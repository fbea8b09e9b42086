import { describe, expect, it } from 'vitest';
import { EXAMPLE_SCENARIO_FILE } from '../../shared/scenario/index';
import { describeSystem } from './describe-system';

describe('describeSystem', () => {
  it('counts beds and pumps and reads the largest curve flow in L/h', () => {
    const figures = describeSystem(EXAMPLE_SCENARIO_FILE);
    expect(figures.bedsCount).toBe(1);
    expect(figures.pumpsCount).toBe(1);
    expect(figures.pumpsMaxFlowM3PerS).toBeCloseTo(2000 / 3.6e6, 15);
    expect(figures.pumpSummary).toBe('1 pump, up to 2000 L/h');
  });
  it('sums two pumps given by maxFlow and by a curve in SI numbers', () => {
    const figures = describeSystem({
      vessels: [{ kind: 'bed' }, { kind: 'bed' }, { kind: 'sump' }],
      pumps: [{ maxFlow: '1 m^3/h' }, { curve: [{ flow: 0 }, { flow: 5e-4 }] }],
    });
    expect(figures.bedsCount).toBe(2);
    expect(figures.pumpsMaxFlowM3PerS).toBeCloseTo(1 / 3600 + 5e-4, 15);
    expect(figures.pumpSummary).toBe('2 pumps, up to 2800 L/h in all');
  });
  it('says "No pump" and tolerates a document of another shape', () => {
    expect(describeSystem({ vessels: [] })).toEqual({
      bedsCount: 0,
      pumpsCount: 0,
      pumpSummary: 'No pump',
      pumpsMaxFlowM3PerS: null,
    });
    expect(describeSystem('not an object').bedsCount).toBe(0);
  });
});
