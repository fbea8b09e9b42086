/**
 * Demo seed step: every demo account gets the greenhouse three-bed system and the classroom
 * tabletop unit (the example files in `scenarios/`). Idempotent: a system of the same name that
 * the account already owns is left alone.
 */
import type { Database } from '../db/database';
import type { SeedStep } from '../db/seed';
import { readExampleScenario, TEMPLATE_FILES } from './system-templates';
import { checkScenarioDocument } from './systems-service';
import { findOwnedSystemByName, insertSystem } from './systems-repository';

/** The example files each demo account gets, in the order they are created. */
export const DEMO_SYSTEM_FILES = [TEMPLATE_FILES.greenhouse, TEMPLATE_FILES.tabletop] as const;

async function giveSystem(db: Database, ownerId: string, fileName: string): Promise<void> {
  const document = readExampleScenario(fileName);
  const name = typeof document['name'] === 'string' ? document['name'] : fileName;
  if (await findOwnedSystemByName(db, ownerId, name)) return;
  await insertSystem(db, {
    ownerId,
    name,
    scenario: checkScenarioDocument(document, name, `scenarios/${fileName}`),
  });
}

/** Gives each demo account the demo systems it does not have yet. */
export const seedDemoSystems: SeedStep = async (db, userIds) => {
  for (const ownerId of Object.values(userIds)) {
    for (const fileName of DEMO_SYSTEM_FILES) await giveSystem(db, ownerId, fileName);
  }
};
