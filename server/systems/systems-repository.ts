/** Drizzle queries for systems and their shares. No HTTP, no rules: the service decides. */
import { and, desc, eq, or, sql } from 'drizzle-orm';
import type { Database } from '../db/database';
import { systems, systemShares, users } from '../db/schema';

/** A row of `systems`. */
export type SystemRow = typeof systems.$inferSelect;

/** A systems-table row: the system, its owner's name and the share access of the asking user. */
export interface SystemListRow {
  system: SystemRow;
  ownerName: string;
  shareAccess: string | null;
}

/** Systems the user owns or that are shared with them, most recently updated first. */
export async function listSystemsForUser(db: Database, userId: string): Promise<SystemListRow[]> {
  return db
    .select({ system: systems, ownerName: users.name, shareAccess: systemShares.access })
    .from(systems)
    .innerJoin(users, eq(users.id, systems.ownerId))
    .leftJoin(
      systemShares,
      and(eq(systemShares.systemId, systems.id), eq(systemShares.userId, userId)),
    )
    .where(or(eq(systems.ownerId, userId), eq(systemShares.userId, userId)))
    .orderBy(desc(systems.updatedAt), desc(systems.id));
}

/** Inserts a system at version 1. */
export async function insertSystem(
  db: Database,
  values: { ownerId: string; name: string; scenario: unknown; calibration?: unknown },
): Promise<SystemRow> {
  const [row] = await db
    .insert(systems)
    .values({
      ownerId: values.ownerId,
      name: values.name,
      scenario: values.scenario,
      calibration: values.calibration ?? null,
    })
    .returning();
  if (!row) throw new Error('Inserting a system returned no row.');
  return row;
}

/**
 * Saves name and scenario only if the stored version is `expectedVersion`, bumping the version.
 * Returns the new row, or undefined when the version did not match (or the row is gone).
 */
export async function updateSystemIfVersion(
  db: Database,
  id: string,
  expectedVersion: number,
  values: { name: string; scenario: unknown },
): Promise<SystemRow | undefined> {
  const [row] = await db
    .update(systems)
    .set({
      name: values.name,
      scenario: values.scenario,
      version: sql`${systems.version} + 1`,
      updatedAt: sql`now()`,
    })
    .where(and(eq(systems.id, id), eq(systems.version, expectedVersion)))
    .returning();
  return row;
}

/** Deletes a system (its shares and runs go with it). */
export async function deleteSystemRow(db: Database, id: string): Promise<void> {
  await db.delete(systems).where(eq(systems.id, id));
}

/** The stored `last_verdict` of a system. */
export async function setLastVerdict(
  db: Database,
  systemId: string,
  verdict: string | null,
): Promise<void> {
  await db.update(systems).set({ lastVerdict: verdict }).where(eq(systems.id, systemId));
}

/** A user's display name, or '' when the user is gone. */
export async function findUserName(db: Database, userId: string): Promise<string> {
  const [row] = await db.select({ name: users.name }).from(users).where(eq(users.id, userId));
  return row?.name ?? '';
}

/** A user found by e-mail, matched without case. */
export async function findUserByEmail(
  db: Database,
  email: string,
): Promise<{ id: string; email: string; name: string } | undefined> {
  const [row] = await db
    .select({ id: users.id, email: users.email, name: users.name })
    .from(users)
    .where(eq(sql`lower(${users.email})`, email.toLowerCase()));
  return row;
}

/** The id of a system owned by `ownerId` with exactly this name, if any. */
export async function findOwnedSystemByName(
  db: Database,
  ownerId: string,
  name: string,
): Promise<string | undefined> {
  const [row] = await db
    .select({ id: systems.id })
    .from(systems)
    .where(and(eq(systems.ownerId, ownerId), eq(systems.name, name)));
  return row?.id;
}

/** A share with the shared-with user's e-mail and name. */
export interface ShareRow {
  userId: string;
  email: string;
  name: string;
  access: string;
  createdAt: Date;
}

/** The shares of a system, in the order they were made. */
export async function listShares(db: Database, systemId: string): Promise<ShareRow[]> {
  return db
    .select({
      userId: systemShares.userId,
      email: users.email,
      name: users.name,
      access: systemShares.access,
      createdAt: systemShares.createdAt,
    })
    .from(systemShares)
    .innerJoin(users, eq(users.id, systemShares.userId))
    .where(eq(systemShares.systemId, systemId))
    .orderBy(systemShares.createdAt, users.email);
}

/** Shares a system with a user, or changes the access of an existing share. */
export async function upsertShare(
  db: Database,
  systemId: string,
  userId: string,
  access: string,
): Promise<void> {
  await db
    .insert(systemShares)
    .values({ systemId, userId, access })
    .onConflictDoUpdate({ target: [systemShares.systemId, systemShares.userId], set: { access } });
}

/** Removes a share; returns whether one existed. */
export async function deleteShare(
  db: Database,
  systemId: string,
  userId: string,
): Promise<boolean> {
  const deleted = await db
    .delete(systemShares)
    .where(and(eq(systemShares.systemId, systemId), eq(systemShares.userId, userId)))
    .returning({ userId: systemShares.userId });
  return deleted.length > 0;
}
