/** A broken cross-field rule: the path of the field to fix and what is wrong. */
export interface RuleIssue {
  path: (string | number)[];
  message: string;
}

━━━━━━━━━━

Work instructions> Copy exactly the lines that run from the first line of the data to the line containing "expect(figures.pumpSummary).toBe('2 pumps, up", please, with both ends included and nothing else.

Your response>
repository fbea8b09e9b42086
import { describe, expect, it } from 'vitest';
import { EXAMPLE_SCENARIO_FILE } from '../../shared/scenario/index';
import { describeSystem } from './describe-system';

describe('describeSystem', () => {
  it('counts beds and pumps and reads the largest curve flow in L/h', () => {
    const figures = describeSystem(EXAMPLE_SCENARIO_FILE);
    expect(figures.bedsCount).toBe(1);
    expect(figures.pumpsCount).toBe(1);
    expect(figures.pumpsMaxFlowM3PerS).toBeCloseTo(2000 / 3.6e6, 15);
    expect(figures.pumpSummary).toBe('1 pump, up to 2000 L/h');
  });
  it('sums two pumps given by maxFlow and by a curve in SI numbers', () => {
    const figures = describeSystem({
      vessels: [{ kind: 'bed' }, { kind: 'bed' }, { kind: 'sump' }],
      pumps: [{ maxFlow: '1 m^3/h' }, { curve: [{ flow: 0 }, { flow: 5e-4 }] }],
    });
    expect(figures.bedsCount).toBe(2);
    expect(figures.pumpsMaxFlowM3PerS).toBeCloseTo(1 / 3600 + 5e-4, 15);
    expect(figures.pumpSummary).toBe('2 pumps, up to 2800 L/h in all');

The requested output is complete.